Not only would this be a strained approach for most students at such a school,
but it would detract from the number one goal of trade schools: providing
students with skills that can immediately secure a job. As mentioned earlier,
generalists are more difficult to hire... giving a solid credential indicating
that someone has base level design skills is much easier for the graduate to
sell than "Sure, I can do design a fabric for you. Then I can market it and
set up logistical channels to get worldwide distribution and ... all based on
my time at X university!"

------
sudont
This is essential, I've seen way too many designers who couldn't understand
the dynamic medium they were designing for (web or desktop), and far more
developers who either forewent UX completely, or micro-managed the designer
into irrelevance.

There are broad-area programs out there, however they're generally lacking in
any functional depth. I graduated in a "marketing communications" program that
spanned design, business, marketing and web development. Unfortunately, coming
from a semi-autodidactic background I found it to be truly superficial. It was
painful to know the proper way to build a site, versus the default dreamweaver
snippets taught. The same for design, and I can only assume the business
component too. However, the upside is still important: flexibility in approach
and thinking, meaning graduates won't think to fix a solution in the only way
they were trained (nee: "when all you have is a hammer, everything looks like
a nail.)

Blank's recommendation of both broad-area and foundation is better, and could
be seen to stem from the "a-words" around here: art school. The broad-area art
degree requires the student to learn both a core discipline, along with a wide
variety of other art areas.

------
TGJ
Just moments ago I finished studying for a quiz on Wednesday over jellyfish
and earthworms. I'm trying to figure out why I need to be able to dissect and
name parts of small and microscopic organisms instead of writing my report for
my Environmental Techniques class. One of the few classes that I actually feel
will prepare me for my future career because of the experience I will gain in
writing scientific reports vs. essays. I will have also spent time using field
equipment that I will most certainly use again in just a few years. I feel
that only 10 out of the 25 classes I have to take will directly help my coming
career but there is no other way for what I want to do.

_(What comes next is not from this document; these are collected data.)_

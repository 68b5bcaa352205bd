"""Nightly scoring: an inbox of phantom images scored once, stored safely, trended against baselines, alerted.

Modules: ``config`` (the ``limen-nightly/1`` per-detector configuration), ``inbox`` (scan, read,
session grouping, quarantine), ``store`` (the database: ``Store`` and ``open_store``) with
``tables`` (SQLAlchemy models), ``engine`` (URL, connection), ``schema`` (version, migrations),
``intake`` (file cache, images, quarantine log), ``claims`` (database-level claims), ``results``
(one-transaction writes of a scored session), ``baselines`` and ``queries`` (reading results);
``control`` (baselines, Shewhart and EWMA rules → alerts), ``scale`` (scoring sessions serially,
on a process pool or on a Dask cluster), ``mail`` (alert e-mail over SMTP), ``nightly``
(run_nightly: the whole run as one call), ``simulated`` (simulated nights for the demo and
tests), ``faults`` (fault injection for the crash tests).

May import: ``scorer.workflow`` (every image, layout, limits, conversion and MTF file is read through it),
``scorer.images``, ``scorer.phantom``, ``scorer.observer``, ``scorer.detector``, ``scorer.study`` and the base
modules; never ``scorer.reports`` or ``scorer.commands``.
"""

import lazy_loader as _lazy

# Public names are listed in __init__.pyi and imported on first use (Scientific Python SPEC 1).
__getattr__, __dir__, __all__ = _lazy.attach_stub(__name__, __file__)
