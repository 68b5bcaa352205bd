"""The quarantine log as a physicist works with it: list the quarantined files, release one once its cause is
fixed (the file moves back into the inbox and its content is no longer refused as "quarantined before")."""

from __future__ import annotations

import shutil
from pathlib import Path

from sqlalchemy import delete, select

from scorer.errors import LimenError
from scorer.qc.inbox import REASON_SUFFIX
from scorer.qc.tables import QuarantineRow


class ReleaseOps:
    """Listing and releasing quarantined files (mixed into :class:`Store`)."""

    def quarantine_entries(self) -> list[dict]:
        with self.transaction() as s:
            return [
                {
                    "id": r.id,
                    "sha256": r.sha256,
                    "path": r.original_path,
                    "moved_to": r.moved_to,
                    "reason": r.reason,
                    "at": r.at,
                }
                for r in s.scalars(select(QuarantineRow).order_by(QuarantineRow.id))
            ]

    def release_quarantined(self, entry_id: int, to=None) -> dict:
        """Move entry ``entry_id``'s file back (to its original path, or into folder ``to``), remove its reason
        file, and forget every quarantine record of its content, so the next run reads it afresh."""
        with self.transaction() as s:
            r = s.get(QuarantineRow, entry_id)
            if r is None:
                raise LimenError(f"no quarantine entry {entry_id} (see `limen quarantine list`)", "release")
            src = Path(r.moved_to) if r.moved_to else None
            if src is None or not src.exists():
                raise LimenError(
                    f"the quarantined file of entry {entry_id} is not there ({r.moved_to or 'never moved'})", "release"
                )
            dest = Path(to) / Path(r.original_path).name if to else Path(r.original_path)
            if dest.exists():
                raise LimenError(f"{dest} exists already: give --to another folder", "release")
            dest.parent.mkdir(parents=True, exist_ok=True)
            shutil.move(str(src), str(dest))
            src.with_name(src.name + REASON_SUFFIX).unlink(missing_ok=True)
            if r.sha256:
                s.execute(delete(QuarantineRow).where(QuarantineRow.sha256 == r.sha256))
            else:
                s.delete(r)
            return {"id": entry_id, "released_to": str(dest), "reason": r.reason}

I believe college degree plans contain large amounts of fluff that do not
advance a students needs to get into the job field. It used to be that a
student took college courses to make them a better person. But I've seen over
the years in my own school years that teachers no longer seem to care or
bother. My biology teacher is a self identified lazy ass that frankly hates
teaching freshman biology, my geology teacher speaks exactly from the notes,
and in the only class I care about, Geographic Information systems (a computer
class) I know more about computers than the teacher does.

------
edw519
Interesting thinking, but no matter how well intentioned, I can't get
Einstein's quote out of my head:

"We can't solve problems by using the same kind of thinking we used when we
created them."

The problem with formal education's applicability to the business world isn't
with the quantity, quality, or breadth or its theory, it's with it's _lack of
practice_. Every time I return to my alma mater to discuss my business with my
professors, I come away with the same reaction, "They just don't get it." It's
hard to understand that which you have never done.

Formal education doesn't need to improve it's delivery of theory, it needs to
combine it with real-world practice _before graduation_. A single internship
usually trumps all curriculum gyrations.

Two years of theory followed by two years of practice backed by theory would
make a much more effective B.S. Are there any educator's that think outside
the box enough to make that happen?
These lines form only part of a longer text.